■ **REQUIRED ACTION**
When you reach the line that contains "Hz value times" in the data below, copy it and every line after it exactly, adding nothing.

[[ SUPPLIED RECORDS open ]]

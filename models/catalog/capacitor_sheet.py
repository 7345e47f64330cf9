"""Rules from capacitor-sheet quantities to the fields of a dc-link capacitor."""

from __future__ import annotations

from math import pi

from models.catalog.derivations import Rule

_LOW_FREQUENCY_HZ = 100.0

DC_LINK_RULES: tuple[Rule, ...] = (
    Rule(
        "unit_volume_m3",
        ("can_diameter_m", "can_height_m"),
        lambda diameter, height: diameter**2 * height,
        "square box around the can",
    ),
    Rule(
        "unit_volume_m3",
        ("unit_capacitance_f", "voltage_rating_v", "energy_density_j_per_m3"),
        lambda c, v, w: 0.5 * c * v**2 / w,
        "energy at rated voltage over energy density",
    ),
    Rule(
        "unit_ripple_a",
        ("unit_capacitance_f", "ripple_per_capacitance_a_per_f"),
        lambda c, ripple: c * ripple,
        "ripple current per capacitance times capacitance",
    ),
    Rule(
        "unit_esr_low_ohm",
        ("loss_tangent_100hz", "unit_capacitance_f", "esr_share_hot"),
        lambda tangent, c, hot: hot * tangent / (2.0 * pi * _LOW_FREQUENCY_HZ * c),
        "tan delta / (2 pi 100 Hz C) at 20 C times the share left at working temperature",
    ),
    Rule(
        "unit_esr_high_ohm",
        ("unit_esr_low_ohm", "esr_share_high_frequency"),
        lambda low, share: low * share,
        "100 Hz value times the share left at 10 kHz and above",
    ),
    Rule(
        "unit_esr_low_ohm",
        ("dielectric_loss_tangent", "unit_capacitance_f", "unit_esr_high_ohm"),
        lambda tangent, c, high: high + tangent / (2.0 * pi * _LOW_FREQUENCY_HZ * c),
        "10 kHz value plus dielectric loss tan delta / (2 pi 100 Hz C)",
    ),
    Rule(
        "unit_price",
        ("price_per_energy", "unit_capacitance_f", "voltage_rating_v"),
        lambda price, c, v: price * 0.5 * c * v**2,
        "price per stored energy times energy at rated voltage",
    ),
)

[[ SUPPLIED RECORDS closed ]]

■ **EXERCISE RESULT**
        "100 Hz value times the share left at 10 kHz and above",
    ),
    Rule(
        "unit_esr_low_ohm",
        ("dielectric_loss_tangent", "unit_capacitance_f", "unit_esr_high_ohm"),
        lambda tangent, c, high: high + tangent / (2.0 * pi * _LOW_FREQUENCY_HZ * c),
        "10 kHz value plus dielectric loss tan delta / (2 pi 100 Hz C)",
    ),
    Rule(
        "unit_price",
        ("price_per_energy", "unit_capacitance_f", "voltage_rating_v"),
        lambda price, c, v: price * 0.5 * c * v**2,
        "price per stored energy times energy at rated voltage",
    ),
)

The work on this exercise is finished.